### What is required
Filter these entries down to the lines that hold the word "false", and show each of them.

Stored items
-------

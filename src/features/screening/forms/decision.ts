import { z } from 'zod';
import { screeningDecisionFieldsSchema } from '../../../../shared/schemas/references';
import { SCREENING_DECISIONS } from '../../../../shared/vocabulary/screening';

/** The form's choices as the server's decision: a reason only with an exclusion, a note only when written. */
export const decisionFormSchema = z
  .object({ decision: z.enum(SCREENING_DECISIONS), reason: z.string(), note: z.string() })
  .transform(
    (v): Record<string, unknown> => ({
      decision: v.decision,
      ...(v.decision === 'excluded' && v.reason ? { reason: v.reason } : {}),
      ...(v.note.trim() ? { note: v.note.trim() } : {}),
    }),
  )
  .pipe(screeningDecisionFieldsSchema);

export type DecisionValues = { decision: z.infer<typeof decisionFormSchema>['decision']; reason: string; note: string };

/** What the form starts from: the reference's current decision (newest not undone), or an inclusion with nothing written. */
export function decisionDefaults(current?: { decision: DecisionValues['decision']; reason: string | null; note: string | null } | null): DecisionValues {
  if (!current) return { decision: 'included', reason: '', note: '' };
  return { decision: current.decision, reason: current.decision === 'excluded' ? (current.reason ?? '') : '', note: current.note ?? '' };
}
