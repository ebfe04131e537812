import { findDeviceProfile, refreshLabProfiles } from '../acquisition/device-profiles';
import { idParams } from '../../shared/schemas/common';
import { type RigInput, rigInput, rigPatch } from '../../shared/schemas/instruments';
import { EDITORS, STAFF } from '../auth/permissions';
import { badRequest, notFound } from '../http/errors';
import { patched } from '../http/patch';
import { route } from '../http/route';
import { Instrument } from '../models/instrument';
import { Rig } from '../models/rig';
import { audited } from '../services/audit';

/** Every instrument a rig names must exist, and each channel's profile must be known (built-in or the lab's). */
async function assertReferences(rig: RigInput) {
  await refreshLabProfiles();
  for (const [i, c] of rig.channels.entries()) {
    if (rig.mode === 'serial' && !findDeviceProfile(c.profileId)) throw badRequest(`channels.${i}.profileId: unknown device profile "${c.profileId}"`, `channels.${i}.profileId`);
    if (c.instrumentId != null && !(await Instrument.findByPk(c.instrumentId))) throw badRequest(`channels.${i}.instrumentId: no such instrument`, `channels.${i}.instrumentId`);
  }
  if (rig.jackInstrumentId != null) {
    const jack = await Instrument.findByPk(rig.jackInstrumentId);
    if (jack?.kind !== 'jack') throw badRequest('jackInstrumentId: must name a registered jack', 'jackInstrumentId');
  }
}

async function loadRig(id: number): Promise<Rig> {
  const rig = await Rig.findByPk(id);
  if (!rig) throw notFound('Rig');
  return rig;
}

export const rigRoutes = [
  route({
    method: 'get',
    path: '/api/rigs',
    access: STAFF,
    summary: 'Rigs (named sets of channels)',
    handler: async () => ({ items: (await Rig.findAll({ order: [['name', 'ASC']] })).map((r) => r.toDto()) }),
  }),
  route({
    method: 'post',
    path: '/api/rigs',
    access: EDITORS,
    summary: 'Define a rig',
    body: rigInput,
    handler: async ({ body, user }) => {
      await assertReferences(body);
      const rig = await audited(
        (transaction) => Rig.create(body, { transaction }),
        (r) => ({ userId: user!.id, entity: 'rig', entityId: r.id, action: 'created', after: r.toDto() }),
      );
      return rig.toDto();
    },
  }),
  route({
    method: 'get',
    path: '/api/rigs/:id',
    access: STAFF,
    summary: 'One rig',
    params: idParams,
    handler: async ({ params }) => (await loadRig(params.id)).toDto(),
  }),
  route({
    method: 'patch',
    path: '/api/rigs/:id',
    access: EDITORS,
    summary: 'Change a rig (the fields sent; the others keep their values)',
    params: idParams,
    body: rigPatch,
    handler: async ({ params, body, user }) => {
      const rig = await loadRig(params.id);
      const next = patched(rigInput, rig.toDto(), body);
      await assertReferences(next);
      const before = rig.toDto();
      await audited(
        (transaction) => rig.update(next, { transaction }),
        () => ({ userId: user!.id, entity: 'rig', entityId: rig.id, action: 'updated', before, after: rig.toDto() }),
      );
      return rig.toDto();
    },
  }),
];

-------

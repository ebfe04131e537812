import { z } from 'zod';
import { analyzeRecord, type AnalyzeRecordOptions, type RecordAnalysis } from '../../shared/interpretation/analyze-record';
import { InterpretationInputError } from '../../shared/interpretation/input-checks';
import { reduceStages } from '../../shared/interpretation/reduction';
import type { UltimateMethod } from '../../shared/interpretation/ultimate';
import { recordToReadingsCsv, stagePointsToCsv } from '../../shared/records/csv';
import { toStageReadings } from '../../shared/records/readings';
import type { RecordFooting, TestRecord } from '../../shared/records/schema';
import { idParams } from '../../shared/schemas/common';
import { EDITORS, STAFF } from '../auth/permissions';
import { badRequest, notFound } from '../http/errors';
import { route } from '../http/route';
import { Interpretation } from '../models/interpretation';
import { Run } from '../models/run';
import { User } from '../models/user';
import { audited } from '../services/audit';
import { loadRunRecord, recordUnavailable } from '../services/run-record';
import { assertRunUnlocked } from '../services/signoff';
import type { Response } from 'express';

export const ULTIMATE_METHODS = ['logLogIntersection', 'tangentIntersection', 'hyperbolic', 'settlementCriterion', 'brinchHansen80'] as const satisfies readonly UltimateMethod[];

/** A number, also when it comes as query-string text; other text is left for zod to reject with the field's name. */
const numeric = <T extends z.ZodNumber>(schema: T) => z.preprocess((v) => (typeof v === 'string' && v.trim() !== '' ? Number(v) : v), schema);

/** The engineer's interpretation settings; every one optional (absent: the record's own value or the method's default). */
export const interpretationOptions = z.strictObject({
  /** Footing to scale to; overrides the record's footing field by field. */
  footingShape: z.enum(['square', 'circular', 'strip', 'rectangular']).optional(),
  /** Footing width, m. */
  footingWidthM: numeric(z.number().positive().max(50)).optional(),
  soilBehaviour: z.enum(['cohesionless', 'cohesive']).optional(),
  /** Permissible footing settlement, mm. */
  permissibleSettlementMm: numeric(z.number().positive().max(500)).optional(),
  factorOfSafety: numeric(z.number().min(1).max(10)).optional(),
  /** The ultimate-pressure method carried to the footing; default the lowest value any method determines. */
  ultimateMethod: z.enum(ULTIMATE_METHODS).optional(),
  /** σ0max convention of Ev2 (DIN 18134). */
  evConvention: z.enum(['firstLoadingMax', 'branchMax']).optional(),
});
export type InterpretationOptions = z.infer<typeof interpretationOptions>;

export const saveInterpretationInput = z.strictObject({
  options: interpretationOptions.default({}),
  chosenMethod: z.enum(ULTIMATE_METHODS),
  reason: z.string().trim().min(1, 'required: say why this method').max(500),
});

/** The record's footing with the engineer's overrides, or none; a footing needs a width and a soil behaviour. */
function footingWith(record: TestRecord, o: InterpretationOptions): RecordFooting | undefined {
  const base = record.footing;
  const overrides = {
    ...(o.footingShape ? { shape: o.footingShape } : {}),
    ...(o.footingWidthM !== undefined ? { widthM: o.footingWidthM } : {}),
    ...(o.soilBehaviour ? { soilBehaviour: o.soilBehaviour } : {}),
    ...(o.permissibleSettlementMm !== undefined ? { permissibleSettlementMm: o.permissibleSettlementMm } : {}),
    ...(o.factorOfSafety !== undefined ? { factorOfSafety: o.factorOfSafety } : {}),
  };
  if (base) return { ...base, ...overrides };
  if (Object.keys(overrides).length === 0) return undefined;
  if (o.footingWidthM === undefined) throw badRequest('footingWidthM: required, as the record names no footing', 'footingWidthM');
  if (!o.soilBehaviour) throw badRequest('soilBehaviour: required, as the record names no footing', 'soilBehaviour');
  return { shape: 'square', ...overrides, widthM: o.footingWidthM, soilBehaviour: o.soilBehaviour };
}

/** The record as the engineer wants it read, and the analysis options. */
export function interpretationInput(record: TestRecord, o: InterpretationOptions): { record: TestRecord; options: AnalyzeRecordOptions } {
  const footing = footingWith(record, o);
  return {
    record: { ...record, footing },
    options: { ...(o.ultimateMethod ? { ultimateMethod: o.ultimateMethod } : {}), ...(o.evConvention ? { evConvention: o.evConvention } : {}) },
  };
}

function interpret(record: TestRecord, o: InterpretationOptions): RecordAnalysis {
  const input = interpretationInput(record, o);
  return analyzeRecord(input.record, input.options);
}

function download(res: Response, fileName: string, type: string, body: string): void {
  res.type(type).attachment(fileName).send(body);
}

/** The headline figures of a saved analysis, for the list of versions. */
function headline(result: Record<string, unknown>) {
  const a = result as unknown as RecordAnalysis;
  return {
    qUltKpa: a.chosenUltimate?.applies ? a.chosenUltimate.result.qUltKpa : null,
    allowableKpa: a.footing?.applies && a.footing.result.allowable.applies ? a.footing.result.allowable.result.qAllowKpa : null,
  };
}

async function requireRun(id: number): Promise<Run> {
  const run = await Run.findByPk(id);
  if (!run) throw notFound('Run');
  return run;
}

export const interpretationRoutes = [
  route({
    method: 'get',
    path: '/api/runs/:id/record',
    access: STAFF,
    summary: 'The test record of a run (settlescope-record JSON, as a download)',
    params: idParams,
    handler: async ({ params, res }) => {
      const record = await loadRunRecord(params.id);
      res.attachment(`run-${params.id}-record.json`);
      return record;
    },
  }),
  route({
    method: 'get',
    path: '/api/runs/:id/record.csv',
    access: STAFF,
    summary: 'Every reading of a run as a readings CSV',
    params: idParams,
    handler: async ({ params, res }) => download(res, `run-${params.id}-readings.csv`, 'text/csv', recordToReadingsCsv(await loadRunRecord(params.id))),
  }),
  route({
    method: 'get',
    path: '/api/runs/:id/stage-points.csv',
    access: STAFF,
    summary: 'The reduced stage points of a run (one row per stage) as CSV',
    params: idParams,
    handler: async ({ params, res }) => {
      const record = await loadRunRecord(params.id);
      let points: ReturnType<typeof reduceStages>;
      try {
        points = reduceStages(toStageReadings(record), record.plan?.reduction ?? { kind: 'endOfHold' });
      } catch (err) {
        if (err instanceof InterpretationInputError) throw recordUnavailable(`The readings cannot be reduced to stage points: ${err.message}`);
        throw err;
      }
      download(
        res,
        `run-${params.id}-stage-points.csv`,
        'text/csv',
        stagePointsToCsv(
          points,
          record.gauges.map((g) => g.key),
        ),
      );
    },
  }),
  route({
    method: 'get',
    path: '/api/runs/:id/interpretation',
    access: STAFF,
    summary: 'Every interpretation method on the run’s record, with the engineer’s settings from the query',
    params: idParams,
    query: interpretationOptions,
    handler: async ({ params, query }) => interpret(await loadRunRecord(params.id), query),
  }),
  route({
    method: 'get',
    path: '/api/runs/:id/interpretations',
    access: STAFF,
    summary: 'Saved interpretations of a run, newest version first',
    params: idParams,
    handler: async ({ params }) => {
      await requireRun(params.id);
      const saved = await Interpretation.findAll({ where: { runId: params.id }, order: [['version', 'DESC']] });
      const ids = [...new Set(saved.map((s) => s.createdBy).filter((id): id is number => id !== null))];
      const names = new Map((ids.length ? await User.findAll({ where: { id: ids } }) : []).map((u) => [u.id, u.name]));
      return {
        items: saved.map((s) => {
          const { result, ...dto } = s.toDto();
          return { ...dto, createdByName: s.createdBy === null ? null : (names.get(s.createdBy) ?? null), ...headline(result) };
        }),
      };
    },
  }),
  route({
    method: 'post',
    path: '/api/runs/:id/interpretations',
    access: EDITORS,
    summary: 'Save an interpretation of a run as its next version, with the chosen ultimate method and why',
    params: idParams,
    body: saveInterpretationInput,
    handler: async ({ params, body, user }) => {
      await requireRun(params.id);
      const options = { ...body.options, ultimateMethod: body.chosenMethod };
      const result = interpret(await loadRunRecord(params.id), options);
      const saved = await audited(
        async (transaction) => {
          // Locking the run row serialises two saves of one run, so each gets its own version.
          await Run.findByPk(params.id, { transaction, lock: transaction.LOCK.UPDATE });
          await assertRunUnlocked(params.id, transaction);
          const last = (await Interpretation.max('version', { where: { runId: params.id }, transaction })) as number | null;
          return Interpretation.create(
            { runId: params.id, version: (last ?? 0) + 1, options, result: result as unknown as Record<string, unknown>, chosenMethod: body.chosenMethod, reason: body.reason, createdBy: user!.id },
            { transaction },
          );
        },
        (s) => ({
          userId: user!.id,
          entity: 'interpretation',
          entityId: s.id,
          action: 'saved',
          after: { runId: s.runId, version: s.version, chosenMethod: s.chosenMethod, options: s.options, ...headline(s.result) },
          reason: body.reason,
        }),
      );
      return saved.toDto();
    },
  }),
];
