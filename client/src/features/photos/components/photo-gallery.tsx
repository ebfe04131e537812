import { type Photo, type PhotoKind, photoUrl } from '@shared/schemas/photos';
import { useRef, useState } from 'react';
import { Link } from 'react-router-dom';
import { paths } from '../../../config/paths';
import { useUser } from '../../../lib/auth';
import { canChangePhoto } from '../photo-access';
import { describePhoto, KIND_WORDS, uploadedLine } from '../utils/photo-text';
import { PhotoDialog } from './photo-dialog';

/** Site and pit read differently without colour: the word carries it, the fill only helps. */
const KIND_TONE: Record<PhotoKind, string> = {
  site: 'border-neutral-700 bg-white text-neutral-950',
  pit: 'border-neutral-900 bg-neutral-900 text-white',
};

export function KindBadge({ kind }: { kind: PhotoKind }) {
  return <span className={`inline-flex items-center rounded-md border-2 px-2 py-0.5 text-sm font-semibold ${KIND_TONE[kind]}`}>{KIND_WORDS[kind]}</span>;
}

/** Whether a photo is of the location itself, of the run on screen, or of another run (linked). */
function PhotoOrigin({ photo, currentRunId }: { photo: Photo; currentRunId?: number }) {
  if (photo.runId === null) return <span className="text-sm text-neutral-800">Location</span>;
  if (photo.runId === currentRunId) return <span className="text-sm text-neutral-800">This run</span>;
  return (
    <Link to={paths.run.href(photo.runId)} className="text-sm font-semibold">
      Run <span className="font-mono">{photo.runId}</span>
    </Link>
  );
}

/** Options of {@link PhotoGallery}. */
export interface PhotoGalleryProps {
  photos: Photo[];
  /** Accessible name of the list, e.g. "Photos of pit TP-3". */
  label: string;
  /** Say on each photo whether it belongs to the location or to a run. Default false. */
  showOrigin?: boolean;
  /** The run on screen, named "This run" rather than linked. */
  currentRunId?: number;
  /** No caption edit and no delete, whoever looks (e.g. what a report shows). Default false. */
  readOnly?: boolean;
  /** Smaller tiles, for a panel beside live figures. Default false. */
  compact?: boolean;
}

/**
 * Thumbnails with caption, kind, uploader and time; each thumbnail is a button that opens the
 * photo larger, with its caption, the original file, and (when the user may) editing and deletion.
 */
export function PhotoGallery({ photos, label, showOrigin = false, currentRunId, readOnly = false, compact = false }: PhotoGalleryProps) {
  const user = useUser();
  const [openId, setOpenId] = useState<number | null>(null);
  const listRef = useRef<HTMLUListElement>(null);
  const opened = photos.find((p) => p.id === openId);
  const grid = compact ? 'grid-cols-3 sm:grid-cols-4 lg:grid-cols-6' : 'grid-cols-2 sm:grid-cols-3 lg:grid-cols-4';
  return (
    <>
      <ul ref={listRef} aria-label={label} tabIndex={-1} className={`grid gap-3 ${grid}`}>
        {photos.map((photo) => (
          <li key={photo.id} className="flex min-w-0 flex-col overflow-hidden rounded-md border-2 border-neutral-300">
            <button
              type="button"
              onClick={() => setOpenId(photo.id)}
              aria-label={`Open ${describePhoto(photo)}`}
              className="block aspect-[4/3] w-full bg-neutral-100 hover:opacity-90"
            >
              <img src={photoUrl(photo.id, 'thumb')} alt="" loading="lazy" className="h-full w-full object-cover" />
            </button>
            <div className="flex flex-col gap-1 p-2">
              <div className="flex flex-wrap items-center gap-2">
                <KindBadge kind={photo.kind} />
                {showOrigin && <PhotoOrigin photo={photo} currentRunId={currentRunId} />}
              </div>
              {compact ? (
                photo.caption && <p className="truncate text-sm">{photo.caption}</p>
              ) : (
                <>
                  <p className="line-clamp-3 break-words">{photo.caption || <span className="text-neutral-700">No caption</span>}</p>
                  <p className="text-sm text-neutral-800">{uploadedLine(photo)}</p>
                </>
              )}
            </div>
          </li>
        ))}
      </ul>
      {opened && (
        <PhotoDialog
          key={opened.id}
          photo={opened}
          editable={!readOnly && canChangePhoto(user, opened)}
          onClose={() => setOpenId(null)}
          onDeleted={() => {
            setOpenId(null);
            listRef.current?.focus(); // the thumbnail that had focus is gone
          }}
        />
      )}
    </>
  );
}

-------

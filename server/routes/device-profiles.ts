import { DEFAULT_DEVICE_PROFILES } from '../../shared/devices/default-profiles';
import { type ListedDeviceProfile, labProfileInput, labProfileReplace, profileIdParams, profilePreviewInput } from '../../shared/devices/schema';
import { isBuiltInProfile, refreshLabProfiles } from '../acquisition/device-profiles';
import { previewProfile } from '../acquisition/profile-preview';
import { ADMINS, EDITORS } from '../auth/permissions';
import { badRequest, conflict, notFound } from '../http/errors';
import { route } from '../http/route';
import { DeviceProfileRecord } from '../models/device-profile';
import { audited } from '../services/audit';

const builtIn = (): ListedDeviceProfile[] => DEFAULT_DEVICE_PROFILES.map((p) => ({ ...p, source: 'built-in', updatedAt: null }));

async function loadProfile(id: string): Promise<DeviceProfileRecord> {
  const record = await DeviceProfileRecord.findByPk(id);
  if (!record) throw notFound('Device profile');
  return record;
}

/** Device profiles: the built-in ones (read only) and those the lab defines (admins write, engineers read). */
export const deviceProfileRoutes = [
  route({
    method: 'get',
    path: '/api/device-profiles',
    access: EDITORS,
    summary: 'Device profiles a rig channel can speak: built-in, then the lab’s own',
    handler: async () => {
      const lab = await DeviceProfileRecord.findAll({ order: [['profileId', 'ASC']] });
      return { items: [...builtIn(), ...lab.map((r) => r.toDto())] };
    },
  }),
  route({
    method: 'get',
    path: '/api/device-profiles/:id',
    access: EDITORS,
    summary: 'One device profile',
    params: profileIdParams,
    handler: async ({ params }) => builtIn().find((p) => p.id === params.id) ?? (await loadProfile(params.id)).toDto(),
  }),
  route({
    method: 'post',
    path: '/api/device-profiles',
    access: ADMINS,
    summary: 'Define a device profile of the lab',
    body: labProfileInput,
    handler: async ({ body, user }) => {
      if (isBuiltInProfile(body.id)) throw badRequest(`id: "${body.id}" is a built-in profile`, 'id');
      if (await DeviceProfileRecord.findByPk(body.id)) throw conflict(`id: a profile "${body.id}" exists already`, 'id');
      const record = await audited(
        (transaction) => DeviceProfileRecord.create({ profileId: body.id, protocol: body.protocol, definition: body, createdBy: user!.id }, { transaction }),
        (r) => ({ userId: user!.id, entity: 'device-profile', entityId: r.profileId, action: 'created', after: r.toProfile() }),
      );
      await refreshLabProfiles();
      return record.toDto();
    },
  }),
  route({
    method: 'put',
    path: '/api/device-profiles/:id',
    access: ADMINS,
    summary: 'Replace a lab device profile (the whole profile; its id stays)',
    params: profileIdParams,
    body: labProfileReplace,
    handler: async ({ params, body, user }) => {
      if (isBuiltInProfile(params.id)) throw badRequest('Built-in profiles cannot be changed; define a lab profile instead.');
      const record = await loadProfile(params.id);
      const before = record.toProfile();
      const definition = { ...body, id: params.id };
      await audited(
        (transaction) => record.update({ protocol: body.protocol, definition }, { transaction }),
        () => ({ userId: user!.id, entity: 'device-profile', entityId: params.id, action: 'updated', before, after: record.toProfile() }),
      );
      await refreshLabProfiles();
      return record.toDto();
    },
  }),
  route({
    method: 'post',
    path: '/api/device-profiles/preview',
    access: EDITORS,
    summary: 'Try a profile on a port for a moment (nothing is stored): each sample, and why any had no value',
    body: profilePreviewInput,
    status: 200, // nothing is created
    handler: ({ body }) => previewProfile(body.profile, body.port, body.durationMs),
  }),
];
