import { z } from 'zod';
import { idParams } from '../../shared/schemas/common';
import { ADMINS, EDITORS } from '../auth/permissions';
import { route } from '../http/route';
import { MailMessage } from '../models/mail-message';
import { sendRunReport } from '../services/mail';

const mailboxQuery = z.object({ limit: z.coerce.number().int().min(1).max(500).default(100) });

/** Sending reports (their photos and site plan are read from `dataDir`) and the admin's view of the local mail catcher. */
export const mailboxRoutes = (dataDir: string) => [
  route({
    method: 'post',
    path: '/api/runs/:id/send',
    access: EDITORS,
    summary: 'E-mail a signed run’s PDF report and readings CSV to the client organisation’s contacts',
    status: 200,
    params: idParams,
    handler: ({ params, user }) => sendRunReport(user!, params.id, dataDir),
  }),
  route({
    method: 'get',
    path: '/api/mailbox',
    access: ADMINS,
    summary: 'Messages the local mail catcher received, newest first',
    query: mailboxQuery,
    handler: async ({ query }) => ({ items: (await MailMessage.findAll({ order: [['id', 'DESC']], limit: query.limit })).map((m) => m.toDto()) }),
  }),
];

-------

### Exercise answer
  /** Say on each photo whether it belongs to the location or to a run. Default false. */
  /** No caption edit and no delete, whoever looks (e.g. what a report shows). Default false. */
  /** Smaller tiles, for a panel beside live figures. Default false. */
export function PhotoGallery({ photos, label, showOrigin = false, currentRunId, readOnly = false, compact = false }: PhotoGalleryProps) {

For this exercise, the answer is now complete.